NewburyportNews.com, Newburyport, MA

Local News

July 17, 2010

Beach pact to be final on Tuesday

$5.518M contract awarded for dredging of Merrimack River

PLUM ISLAND — The U.S. Army Corps of Engineers will award a contract Tuesday that will allow the long-awaited dredging of the Merrimack River channel and replenishment of beaches on Plum Island and Salisbury to begin as early as October.

As the proposed project nears reality, a multi-agency committee called the Merrimack River Beach Alliance is already thinking about what to do if the dredging yields more sand than expected.

Army Corps chief planner Mark Habel told the Beach Alliance yesterday that the agency has been working with an estimate of 160,000 cubic yards of sand, but if the channel is dredged to its full depth of 17 feet, that total could rise to perhaps 165,000 yards.

Habel said the extra sand would simply be left on the beach at the project's final discharge location, and the Army Corps would consider its project completed. A state or local entity would then be free to redistribute or stockpile the sand.

Great Lakes Dredge & Dock Co. of Oak Brook, Ill., will be awarded the Army Corps contract after it submitted the apparent low bid for the work on May 20, $5.518 million. Great Lakes, the largest provider of dredging services in the country, according to its Web site, beat out two other bidders that quoted prices of $7.5 million and $10.7 million respectively.

Habel said the company expects to start work in early October and, if all goes smoothly, to take about two months to complete the job.

The head of the state Office of Coastal Zone Management, Deerin Babb-Brott, told alliance members meeting at Plum Island Taxpayers and Associates Hall yesterday that they should begin the application process immediately to gain the permits that would be needed to redeploy the excess sand to other beach locations.

Babb-Brott said legally mandated review and appeal periods would take until Oct. 1 even if the permit process were to begin then and there.

"Don't wait until the dredge shows up," he said.

State Sen. Bruce Tarr, Beach Alliance co-chairman, immediately set up a meeting for Monday afternoon for the conservation agents in Salisbury, Newburyport and Newbury; Babb-Brott; Department of Environmental Protection deputy regional director Eric Worrall; and consulting engineer David Vine of Vine Associates-GZA of Newburyport.

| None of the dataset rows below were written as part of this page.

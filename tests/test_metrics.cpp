// Metrics against hand-computed worked values. Definitions: Sokolova &
// Lapalme (2009), table 3; R^2 as 1 - SS_res / SS_tot.
#include <doctest/doctest.h>

#include <cmath>
#include <vector>

#include <tenon/train/metrics.hpp>
#include <tenon/train/report_svg.hpp>

TEST_CASE("classification scores of a small worked example") {
    // truth 0 0 1 1 2 2, predicted 0 1 1 1 2 0; by hand:
    // confusion rows (true) x cols (predicted): [1 1 0; 0 2 0; 1 0 1]
    const std::vector<std::size_t> truth{0, 0, 1, 1, 2, 2};
    const std::vector<std::size_t> predicted{0, 1, 1, 1, 2, 0};
    const auto s = tenon::score_classes(truth, predicted, 3);
    CHECK(s.confusion.count(0, 0) == 1);
    CHECK(s.confusion.count(0, 1) == 1);
    CHECK(s.confusion.count(1, 1) == 2);
    CHECK(s.confusion.count(2, 0) == 1);
    CHECK(s.confusion.count(2, 2) == 1);
    CHECK(s.confusion.total() == 6);
    CHECK(s.accuracy == doctest::Approx(4.0 / 6.0));
    // class 0: P = 1/2, R = 1/2, F1 = 1/2; class 1: P = 2/3, R = 1, F1 = 0.8;
    // class 2: P = 1, R = 1/2, F1 = 2/3.
    CHECK(s.per_class[0].precision == doctest::Approx(0.5));
    CHECK(s.per_class[0].recall == doctest::Approx(0.5));
    CHECK(s.per_class[1].precision == doctest::Approx(2.0 / 3.0));
    CHECK(s.per_class[1].recall == doctest::Approx(1.0));
    CHECK(s.per_class[1].f1 == doctest::Approx(0.8));
    CHECK(s.per_class[2].precision == doctest::Approx(1.0));
    CHECK(s.per_class[2].f1 == doctest::Approx(2.0 / 3.0));
    CHECK(s.per_class[2].true_rows == 2);
    CHECK(s.macro_precision == doctest::Approx((0.5 + 2.0 / 3.0 + 1.0) / 3.0));
    CHECK(s.macro_recall == doctest::Approx((0.5 + 1.0 + 0.5) / 3.0));
    CHECK(s.macro_f1 == doctest::Approx((0.5 + 0.8 + 2.0 / 3.0) / 3.0));
}

TEST_CASE("a class never predicted has precision 0, not NaN") {
    const auto s = tenon::score_classes({0, 1, 1}, {1, 1, 1}, 2);
    CHECK(s.per_class[0].precision == 0.0);
    CHECK(s.per_class[0].f1 == 0.0);
    CHECK(s.per_class[1].precision == doctest::Approx(2.0 / 3.0));
}

TEST_CASE_TEMPLATE("log loss of a worked example", T, float, double) {
    // -(ln 0.7 + ln 0.6 + ln 0.5) / 3 computed by hand.
    const auto p = tenon::make_matrix<T>({{T(0.7), T(0.2), T(0.1)}, {T(0.3), T(0.6), T(0.1)}, {T(0.25), T(0.25), T(0.5)}});
    const double expected = -(std::log(0.7) + std::log(0.6) + std::log(0.5)) / 3.0;
    CHECK(tenon::log_loss(p, {0, 1, 2}) == doctest::Approx(expected).epsilon(1e-6));
    // A uniform prediction over K classes gives ln K (elementary).
    const auto u = tenon::make_matrix<T>({{T(0.25), T(0.25), T(0.25), T(0.25)}});
    CHECK(tenon::log_loss(u, {3}) == doctest::Approx(std::log(4.0)).epsilon(1e-6));
    // A confident mistake is large but finite (clipped at 1e-15).
    const auto wrong = tenon::make_matrix<T>({{T(1), T(0)}});
    CHECK(tenon::log_loss(wrong, {1}) == doctest::Approx(-std::log(1e-15)));
    CHECK(tenon::row_argmax(p) == std::vector<std::size_t>{0, 1, 2});
}

TEST_CASE_TEMPLATE("regression scores of a worked example", T, float, double) {
    // truth 3 -0.5 2 7, predicted 2.5 0 2 8: errors 0.5 0.5 0 1.
    // MAE = 2/4; MSE = 1.5/4; mean truth 2.875, SS_tot = 29.1875, R^2 = 1 - 1.5/29.1875.
    const std::vector<T> truth{T(3), T(-0.5), T(2), T(7)};
    const std::vector<T> predicted{T(2.5), T(0), T(2), T(8)};
    const auto s = tenon::score_values(truth, predicted);
    CHECK(s.mae == doctest::Approx(0.5));
    CHECK(s.rmse == doctest::Approx(std::sqrt(0.375)));
    CHECK(s.r2 == doctest::Approx(1.0 - 1.5 / 29.1875));
}

TEST_CASE("R^2 of a constant truth is 1 when exact and 0 otherwise") {
    CHECK(tenon::score_values(std::vector<double>{2, 2}, std::vector<double>{2, 2}).r2 == 1.0);
    CHECK(tenon::score_values(std::vector<double>{2, 2}, std::vector<double>{1, 3}).r2 == 0.0);
}

TEST_CASE("metric inputs that do not fit are clear errors") {
    CHECK_THROWS_WITH_AS(tenon::score_classes({0, 1}, {0}, 2), "[core.shape.mismatch] score_classes: 2 true values but 1 predictions", tenon::error);
    CHECK_THROWS_WITH_AS(tenon::score_classes({}, {}, 2), "[core.argument.invalid] score_classes: no rows to score", tenon::error);
    CHECK_THROWS_WITH_AS(tenon::score_classes({0, 3}, {0, 1}, 2), "[core.argument.invalid] confusion_matrix: class index 3 outside [0, 2)",
                         tenon::error);
    CHECK_THROWS_WITH_AS(tenon::log_loss(tenon::make_matrix<double>({{0.5, 0.5}}), {2}),
                         "[core.argument.invalid] log_loss: row 0 has class 2 but only 2 probability columns", tenon::error);
    CHECK_THROWS_WITH_AS(tenon::score_values(static_cast<const double*>(nullptr), static_cast<const double*>(nullptr), 0),
                         "[core.argument.invalid] score_values: no rows to score", tenon::error);
}

TEST_CASE("the confusion heat map's colour scale runs from parchment through ochre to umber, darkening throughout") {
    CHECK(tenon::detail::heat_colour(0.0) == "#f5f1e6");
    CHECK(tenon::detail::heat_colour(0.5) == "#d6963e");
    CHECK(tenon::detail::heat_colour(1.0) == "#5a231e");
    CHECK(tenon::detail::heat_colour(-1.0) == "#f5f1e6");  // clamped
    CHECK(tenon::detail::heat_colour(std::nan("")) == "#f5f1e6");
    // Relative luminance (ITU-R BT.709 weights) falls with the share.
    const auto luminance = [](const std::string& hex) {
        const auto channel = [&](std::size_t at) { return static_cast<double>(std::stoi(hex.substr(at, 2), nullptr, 16)); };
        return 0.2126 * channel(1) + 0.7152 * channel(3) + 0.0722 * channel(5);
    };
    double previous = 256.0;
    for (int k = 0; k <= 20; ++k) {
        const double y = luminance(tenon::detail::heat_colour(k / 20.0));
        CAPTURE(k);
        CHECK(y < previous);
        previous = y;
    }
}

Tarr, a Gloucester Republican whose state Senate district includes Newbury, said the group should develop likely scenarios for deployment of the additional sand and begin preparing permit applications.

Planning has been under way for more than a year and a half, after accelerating beach erosion near Plum Island Center undermined one house and put half a dozen others in jeopardy.

The project calls for dredging the Merrimack River channel to a depth of 17 feet and depositing the dredged sand directly onto the beach at Plum Island and in Salisbury.

Habel said the first 40,000 yards of sand will be deposited on Salisbury Beach. The remainder will be pumped onto about 2,500 feet of Plum Island shoreline. The sand is expected to create 20 additional feet of dune along that stretch and an additional 50-foot width of beach.

The last time the channel was dredged, in 1999, the operation yielded 145,000 yards of sand, according to the Army Corps project website.

Sand from dredging operations is normally dumped near the shore, which is far cheaper than onshore deposit.

The additional project expense has been justified as cost-effective by an Army Corps report in January 2009 that indicated as many as 26 homes could be lost to erosion over the next 10 years if nothing were done.

The federal government is picking up the bulk of the tab for the project. The state Department of Conservation and Recreation is contributing, and the towns of Newbury and Salisbury also share some of the expense.